_WHAT YOU ARE ASKED TO DO:_
Once you reach the line containing "pair=pair) for s" in the entries below, write out that line and each one after it down to the line containing "out = [Stack(m, k)", exactly and with nothing added.

Stored data
-------------------------

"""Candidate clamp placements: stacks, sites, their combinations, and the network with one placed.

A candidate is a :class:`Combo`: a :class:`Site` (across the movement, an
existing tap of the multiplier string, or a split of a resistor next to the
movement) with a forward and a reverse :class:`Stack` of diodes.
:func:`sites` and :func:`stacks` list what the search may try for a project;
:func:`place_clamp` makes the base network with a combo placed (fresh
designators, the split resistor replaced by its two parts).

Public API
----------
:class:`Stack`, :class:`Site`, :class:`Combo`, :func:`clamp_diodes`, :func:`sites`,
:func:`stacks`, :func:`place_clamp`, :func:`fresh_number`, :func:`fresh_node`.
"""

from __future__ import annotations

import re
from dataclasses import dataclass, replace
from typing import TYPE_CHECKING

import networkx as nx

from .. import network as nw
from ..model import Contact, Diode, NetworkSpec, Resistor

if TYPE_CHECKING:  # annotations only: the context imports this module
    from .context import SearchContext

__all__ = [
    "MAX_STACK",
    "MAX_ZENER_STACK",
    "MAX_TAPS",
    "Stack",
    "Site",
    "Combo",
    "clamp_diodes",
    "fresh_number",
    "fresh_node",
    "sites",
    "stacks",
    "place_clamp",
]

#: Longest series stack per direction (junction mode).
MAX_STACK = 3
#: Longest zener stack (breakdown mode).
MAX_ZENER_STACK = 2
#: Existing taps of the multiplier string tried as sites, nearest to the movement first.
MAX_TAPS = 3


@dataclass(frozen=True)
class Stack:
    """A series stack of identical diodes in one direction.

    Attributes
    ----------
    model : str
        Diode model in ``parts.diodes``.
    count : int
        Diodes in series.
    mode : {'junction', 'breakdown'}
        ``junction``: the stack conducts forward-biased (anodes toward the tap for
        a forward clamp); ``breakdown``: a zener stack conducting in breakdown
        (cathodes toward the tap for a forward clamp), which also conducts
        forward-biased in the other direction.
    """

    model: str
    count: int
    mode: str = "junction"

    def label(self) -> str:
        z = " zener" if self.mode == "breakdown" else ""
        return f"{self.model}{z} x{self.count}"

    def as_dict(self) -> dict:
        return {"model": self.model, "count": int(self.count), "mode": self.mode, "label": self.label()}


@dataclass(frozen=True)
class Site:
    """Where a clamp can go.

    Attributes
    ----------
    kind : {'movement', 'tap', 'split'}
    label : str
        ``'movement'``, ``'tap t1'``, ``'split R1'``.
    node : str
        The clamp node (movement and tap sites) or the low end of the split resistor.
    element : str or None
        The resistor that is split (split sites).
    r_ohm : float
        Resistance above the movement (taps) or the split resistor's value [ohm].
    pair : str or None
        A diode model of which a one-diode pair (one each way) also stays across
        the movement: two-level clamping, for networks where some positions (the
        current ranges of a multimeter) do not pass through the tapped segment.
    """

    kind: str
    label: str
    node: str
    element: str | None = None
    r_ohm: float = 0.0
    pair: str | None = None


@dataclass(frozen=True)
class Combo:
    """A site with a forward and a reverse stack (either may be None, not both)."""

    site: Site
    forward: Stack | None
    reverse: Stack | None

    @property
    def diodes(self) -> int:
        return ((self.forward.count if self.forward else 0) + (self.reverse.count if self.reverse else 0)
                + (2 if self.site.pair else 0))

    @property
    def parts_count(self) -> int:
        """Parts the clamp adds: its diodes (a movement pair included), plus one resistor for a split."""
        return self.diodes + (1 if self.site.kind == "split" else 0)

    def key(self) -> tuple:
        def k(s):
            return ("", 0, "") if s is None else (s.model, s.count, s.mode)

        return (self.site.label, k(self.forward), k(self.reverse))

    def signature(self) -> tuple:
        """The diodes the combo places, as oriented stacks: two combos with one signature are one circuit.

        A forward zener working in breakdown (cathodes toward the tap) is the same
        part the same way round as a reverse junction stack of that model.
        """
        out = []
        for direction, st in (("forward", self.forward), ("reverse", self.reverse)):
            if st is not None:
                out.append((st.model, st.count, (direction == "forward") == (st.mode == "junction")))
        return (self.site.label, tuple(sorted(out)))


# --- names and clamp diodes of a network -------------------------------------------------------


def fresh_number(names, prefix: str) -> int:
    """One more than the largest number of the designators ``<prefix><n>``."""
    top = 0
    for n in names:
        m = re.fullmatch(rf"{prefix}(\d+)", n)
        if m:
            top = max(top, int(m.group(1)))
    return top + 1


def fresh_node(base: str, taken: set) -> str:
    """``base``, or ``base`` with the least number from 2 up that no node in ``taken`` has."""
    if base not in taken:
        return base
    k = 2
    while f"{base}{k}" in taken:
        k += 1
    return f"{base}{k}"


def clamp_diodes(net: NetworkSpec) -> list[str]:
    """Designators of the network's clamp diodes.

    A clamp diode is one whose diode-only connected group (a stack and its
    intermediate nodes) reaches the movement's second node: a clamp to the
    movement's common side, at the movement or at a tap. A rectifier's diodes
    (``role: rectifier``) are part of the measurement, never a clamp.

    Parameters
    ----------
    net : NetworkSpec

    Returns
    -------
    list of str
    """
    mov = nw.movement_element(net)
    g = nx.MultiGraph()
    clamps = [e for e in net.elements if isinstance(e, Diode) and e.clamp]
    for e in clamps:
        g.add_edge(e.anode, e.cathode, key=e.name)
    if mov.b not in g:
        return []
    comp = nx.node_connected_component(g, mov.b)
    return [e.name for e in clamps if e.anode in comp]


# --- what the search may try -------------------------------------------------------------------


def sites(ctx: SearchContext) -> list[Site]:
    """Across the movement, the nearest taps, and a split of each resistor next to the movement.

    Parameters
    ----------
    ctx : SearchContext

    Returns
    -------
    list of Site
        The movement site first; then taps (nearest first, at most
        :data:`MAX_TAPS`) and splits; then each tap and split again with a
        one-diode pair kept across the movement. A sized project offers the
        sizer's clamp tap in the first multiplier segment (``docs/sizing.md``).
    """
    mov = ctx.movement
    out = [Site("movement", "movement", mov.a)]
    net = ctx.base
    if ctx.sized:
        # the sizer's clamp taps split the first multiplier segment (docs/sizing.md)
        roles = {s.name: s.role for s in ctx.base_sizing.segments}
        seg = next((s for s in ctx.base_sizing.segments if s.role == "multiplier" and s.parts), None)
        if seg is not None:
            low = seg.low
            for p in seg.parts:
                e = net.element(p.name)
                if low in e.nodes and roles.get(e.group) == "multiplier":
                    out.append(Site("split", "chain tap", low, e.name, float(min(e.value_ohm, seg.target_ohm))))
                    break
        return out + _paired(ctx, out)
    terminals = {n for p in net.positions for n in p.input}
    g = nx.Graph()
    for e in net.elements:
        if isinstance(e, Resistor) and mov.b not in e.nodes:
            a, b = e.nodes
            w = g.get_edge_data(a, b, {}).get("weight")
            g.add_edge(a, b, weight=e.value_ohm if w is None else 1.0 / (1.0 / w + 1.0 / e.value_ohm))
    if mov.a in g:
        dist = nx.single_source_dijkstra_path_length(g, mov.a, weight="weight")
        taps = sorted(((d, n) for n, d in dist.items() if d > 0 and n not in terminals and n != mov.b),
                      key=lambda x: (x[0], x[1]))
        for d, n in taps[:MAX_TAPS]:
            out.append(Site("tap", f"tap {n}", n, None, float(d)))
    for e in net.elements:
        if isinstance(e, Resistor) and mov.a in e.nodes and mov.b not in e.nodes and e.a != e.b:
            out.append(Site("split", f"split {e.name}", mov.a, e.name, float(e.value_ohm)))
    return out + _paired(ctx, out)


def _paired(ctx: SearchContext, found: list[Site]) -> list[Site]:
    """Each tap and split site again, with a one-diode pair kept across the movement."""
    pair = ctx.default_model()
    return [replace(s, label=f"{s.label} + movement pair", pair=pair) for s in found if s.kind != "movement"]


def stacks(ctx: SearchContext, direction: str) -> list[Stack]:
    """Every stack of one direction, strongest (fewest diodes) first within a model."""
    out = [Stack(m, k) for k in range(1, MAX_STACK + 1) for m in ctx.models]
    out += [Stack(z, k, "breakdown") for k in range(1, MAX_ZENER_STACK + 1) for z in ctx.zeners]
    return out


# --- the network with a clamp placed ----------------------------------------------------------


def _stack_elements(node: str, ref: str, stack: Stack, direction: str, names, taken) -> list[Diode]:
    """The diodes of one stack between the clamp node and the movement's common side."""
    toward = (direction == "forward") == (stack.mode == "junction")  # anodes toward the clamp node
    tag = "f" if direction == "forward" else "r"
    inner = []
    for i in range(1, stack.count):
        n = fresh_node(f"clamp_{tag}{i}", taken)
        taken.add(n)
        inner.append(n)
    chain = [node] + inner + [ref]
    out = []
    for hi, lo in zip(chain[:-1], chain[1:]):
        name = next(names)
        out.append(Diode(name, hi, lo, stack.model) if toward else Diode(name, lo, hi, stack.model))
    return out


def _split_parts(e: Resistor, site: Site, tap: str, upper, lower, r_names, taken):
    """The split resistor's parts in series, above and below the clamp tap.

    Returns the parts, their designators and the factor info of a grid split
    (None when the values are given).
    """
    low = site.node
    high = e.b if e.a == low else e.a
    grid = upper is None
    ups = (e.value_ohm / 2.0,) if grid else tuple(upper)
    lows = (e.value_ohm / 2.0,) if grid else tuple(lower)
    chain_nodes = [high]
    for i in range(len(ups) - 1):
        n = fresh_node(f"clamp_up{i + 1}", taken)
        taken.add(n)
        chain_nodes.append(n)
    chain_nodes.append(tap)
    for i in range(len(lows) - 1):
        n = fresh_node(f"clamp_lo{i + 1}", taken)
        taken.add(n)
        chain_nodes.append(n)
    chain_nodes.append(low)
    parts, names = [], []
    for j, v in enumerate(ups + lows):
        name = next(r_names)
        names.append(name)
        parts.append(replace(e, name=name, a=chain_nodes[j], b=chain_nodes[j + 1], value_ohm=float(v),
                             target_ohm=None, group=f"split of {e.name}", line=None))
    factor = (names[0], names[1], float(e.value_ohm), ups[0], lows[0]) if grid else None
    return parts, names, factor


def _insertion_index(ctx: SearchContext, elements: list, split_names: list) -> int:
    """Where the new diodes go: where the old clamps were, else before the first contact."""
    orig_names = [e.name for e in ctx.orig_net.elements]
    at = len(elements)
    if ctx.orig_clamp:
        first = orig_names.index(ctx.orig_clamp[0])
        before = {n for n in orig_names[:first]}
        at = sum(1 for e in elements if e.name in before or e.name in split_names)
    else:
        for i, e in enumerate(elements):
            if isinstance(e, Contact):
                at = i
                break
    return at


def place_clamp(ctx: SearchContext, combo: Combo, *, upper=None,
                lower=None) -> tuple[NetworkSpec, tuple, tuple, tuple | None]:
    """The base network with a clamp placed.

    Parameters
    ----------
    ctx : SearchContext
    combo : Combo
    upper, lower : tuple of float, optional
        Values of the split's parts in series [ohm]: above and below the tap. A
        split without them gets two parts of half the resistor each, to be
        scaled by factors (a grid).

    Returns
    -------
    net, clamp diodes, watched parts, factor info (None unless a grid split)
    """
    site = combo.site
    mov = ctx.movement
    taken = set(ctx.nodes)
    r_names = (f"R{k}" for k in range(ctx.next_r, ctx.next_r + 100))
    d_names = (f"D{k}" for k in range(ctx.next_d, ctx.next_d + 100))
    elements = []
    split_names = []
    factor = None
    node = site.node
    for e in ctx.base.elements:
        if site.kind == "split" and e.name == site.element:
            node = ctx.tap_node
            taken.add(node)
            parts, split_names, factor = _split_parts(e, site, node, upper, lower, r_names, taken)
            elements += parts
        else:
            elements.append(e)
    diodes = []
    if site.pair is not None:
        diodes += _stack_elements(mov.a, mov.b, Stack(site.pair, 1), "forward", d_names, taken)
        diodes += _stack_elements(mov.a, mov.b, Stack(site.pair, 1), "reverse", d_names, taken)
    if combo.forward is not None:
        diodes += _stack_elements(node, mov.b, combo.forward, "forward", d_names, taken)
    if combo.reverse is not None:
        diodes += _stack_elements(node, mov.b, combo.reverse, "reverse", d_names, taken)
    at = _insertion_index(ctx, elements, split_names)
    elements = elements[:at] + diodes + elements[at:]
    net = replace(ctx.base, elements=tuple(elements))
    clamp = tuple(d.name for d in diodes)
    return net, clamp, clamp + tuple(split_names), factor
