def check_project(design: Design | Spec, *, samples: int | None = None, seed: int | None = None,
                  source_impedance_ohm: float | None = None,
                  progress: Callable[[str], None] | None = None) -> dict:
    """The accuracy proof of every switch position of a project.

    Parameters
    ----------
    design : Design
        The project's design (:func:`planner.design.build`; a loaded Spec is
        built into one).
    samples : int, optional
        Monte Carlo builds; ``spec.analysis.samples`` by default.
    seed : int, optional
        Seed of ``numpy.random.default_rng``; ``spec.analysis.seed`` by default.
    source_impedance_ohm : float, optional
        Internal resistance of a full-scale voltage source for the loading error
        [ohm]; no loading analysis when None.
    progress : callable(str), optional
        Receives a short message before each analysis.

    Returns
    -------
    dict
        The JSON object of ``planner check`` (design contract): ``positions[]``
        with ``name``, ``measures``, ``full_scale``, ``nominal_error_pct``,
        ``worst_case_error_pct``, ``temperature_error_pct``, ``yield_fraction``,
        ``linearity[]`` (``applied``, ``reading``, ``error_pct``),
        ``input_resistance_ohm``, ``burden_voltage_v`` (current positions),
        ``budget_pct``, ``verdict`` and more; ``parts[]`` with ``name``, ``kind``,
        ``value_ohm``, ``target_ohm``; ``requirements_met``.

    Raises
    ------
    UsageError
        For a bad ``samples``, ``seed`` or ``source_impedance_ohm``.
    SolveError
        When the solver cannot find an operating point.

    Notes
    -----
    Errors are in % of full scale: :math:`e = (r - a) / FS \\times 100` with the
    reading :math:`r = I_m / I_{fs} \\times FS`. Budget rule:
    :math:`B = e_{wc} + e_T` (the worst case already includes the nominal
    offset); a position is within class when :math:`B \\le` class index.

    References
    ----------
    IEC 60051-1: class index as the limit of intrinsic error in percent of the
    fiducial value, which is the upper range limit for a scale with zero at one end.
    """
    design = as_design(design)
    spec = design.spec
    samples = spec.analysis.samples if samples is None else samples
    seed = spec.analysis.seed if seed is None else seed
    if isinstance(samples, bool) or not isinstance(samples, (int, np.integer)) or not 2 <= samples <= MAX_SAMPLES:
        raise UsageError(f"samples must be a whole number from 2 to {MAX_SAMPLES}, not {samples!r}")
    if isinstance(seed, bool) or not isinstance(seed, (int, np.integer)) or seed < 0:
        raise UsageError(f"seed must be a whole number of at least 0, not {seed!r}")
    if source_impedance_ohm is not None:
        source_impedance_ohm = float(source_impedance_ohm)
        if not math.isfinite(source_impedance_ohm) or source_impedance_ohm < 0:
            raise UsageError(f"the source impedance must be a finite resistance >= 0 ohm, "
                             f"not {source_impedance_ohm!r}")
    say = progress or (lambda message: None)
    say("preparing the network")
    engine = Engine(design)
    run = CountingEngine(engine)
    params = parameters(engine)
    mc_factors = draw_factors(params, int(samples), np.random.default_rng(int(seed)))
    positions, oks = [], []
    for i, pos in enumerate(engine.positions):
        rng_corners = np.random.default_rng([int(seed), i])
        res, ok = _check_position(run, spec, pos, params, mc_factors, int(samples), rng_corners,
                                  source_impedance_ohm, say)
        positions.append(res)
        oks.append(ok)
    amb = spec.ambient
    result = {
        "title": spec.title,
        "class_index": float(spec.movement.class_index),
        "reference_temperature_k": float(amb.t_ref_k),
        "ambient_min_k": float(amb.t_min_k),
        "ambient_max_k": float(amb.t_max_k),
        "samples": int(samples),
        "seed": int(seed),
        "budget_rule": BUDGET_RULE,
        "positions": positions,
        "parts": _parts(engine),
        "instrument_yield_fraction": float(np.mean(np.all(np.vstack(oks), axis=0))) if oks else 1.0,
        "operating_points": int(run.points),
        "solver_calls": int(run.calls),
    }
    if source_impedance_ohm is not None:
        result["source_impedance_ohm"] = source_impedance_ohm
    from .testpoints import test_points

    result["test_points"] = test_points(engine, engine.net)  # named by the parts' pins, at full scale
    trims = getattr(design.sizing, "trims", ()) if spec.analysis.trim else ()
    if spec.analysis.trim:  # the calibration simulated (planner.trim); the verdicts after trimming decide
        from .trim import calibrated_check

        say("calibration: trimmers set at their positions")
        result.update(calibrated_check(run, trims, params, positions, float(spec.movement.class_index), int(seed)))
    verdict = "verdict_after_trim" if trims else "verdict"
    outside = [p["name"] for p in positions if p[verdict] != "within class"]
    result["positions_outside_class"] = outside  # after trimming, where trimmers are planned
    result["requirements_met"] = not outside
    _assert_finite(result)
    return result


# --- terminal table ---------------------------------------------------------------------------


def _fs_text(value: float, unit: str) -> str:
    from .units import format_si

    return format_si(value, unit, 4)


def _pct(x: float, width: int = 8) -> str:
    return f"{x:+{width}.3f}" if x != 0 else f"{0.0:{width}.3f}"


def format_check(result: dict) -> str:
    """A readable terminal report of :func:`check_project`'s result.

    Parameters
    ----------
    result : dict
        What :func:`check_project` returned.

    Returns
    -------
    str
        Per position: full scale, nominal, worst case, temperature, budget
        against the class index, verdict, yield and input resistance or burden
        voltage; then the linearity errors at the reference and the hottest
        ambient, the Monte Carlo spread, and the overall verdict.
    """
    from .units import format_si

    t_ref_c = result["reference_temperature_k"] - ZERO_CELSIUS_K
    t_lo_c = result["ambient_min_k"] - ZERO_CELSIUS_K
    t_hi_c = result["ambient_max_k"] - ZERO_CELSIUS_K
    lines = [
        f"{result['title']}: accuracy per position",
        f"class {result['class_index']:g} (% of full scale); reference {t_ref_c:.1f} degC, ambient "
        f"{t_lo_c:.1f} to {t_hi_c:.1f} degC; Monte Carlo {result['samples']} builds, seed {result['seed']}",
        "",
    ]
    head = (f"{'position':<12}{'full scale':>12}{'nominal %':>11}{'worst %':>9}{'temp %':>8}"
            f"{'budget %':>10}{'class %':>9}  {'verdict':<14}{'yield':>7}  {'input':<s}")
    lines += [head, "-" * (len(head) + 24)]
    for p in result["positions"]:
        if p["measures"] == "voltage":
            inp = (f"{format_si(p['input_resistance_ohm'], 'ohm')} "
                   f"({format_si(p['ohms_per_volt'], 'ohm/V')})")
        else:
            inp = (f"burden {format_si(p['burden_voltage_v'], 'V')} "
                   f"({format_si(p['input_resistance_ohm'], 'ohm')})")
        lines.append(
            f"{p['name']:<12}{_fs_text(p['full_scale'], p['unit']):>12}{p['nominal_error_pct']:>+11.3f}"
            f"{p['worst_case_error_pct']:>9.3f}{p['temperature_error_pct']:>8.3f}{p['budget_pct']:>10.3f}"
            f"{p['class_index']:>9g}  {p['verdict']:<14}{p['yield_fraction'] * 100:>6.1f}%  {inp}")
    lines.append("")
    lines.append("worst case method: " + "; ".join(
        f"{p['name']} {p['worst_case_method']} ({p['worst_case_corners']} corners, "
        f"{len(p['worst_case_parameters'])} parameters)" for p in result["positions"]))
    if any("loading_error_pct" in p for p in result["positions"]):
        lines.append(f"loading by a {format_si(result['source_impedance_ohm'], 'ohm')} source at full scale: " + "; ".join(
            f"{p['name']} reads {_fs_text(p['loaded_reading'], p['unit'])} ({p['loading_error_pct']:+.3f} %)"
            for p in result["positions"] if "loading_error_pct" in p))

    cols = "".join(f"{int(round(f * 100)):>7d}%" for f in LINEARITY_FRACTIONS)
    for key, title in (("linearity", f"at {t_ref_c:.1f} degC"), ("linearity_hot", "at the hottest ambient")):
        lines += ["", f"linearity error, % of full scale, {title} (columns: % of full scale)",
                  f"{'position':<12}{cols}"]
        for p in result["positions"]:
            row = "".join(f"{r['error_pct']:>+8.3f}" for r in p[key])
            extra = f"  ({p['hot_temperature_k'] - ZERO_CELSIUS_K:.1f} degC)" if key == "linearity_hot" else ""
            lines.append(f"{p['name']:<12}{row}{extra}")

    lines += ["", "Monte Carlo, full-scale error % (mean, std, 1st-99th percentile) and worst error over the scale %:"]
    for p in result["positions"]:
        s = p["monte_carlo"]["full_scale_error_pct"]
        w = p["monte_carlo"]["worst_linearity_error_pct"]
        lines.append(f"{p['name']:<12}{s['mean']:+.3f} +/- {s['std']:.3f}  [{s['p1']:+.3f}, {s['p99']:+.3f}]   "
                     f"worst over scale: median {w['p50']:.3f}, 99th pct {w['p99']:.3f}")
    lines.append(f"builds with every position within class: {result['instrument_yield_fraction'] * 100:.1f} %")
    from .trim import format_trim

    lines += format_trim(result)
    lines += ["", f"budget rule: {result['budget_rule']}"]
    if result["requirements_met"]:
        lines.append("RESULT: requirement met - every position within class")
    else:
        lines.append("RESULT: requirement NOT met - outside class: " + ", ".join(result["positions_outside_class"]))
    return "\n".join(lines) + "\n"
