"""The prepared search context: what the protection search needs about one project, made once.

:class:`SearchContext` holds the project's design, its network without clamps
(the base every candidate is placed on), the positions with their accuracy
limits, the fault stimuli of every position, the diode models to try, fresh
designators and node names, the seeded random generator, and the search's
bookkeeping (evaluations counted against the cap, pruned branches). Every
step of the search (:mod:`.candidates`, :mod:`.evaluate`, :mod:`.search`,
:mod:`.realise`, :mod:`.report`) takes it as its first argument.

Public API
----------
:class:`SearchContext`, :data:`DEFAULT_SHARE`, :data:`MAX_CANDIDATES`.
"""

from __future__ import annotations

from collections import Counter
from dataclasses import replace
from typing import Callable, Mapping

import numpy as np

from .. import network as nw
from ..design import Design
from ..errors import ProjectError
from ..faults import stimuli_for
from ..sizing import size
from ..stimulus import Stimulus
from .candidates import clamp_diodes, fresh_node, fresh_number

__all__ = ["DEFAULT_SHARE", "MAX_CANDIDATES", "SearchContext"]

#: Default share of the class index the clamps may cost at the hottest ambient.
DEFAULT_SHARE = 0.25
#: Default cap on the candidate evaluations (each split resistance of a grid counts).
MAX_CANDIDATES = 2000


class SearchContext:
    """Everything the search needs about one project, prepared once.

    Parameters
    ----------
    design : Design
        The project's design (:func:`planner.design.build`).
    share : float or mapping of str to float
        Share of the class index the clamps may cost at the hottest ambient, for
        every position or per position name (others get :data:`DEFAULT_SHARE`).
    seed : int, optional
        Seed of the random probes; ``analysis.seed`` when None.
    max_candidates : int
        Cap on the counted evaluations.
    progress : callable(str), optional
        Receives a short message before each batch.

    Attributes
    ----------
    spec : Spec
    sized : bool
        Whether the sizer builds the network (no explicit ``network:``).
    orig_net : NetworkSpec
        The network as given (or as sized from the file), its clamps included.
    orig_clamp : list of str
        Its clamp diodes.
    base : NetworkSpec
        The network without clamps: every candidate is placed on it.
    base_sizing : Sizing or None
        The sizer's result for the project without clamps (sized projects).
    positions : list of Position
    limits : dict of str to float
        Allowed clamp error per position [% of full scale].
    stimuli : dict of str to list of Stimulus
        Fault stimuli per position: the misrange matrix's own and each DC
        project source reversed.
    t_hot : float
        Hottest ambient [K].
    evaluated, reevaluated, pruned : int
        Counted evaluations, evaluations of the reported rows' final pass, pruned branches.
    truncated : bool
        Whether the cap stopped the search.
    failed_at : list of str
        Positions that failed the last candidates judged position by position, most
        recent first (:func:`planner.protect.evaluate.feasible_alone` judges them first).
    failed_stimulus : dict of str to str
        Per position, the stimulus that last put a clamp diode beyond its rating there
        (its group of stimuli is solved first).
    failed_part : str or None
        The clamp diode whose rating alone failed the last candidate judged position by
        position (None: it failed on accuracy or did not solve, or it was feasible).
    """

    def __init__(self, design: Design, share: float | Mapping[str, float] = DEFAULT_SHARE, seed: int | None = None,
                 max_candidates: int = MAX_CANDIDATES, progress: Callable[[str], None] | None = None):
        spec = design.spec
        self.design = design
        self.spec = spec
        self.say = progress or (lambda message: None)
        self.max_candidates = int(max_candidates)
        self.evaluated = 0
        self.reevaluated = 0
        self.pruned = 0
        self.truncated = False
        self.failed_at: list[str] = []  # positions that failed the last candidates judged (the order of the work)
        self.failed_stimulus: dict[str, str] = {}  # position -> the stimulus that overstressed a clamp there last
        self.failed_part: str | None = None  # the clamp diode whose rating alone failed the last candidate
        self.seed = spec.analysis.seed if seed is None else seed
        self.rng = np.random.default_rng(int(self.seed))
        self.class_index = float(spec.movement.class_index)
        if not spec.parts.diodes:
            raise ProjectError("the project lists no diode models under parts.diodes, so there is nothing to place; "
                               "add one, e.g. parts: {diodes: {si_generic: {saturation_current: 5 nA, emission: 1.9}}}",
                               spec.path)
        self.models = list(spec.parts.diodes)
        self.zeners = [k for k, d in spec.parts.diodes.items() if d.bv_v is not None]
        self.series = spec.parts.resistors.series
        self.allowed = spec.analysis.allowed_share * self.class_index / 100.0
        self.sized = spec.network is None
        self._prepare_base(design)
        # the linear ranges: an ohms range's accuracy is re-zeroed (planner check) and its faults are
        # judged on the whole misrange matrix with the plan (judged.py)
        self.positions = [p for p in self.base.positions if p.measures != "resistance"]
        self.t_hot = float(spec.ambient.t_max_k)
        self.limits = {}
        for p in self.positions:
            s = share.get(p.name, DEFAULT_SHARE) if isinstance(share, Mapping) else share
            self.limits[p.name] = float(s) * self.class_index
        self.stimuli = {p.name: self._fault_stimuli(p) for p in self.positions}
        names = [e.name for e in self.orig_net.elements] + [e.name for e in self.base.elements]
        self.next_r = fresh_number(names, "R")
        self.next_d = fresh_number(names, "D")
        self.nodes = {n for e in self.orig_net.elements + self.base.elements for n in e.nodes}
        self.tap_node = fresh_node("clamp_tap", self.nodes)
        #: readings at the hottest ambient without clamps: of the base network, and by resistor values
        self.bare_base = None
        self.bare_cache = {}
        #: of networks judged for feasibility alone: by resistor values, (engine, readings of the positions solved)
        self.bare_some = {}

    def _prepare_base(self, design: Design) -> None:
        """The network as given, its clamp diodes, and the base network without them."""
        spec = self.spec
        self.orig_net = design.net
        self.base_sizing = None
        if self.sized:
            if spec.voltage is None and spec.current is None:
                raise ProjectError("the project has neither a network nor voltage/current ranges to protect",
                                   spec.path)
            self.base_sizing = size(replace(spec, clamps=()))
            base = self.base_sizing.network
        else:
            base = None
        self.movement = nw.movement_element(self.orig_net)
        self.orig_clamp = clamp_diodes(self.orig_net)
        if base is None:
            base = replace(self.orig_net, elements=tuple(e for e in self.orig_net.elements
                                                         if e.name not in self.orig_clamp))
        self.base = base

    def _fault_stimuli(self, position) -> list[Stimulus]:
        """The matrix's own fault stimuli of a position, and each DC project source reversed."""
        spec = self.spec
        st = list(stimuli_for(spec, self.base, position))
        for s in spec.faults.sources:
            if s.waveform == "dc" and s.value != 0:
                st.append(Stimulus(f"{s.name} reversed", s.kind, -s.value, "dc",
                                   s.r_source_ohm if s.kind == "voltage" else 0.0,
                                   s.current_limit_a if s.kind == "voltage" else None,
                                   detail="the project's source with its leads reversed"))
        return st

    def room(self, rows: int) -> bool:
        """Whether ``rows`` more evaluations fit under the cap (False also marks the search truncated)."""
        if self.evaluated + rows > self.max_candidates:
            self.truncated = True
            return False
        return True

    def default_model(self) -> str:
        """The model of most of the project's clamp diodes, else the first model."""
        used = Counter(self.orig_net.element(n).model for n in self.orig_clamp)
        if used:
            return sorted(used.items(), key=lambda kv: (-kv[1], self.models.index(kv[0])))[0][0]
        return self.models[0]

-------------------------

_OUTPUT BELOW:_
    return [replace(s, label=f"{s.label} + movement pair", pair=pair) for s in found if s.kind != "movement"]


def stacks(ctx: SearchContext, direction: str) -> list[Stack]:
    """Every stack of one direction, strongest (fewest diodes) first within a model."""
    out = [Stack(m, k) for k in range(1, MAX_STACK + 1) for m in ctx.models]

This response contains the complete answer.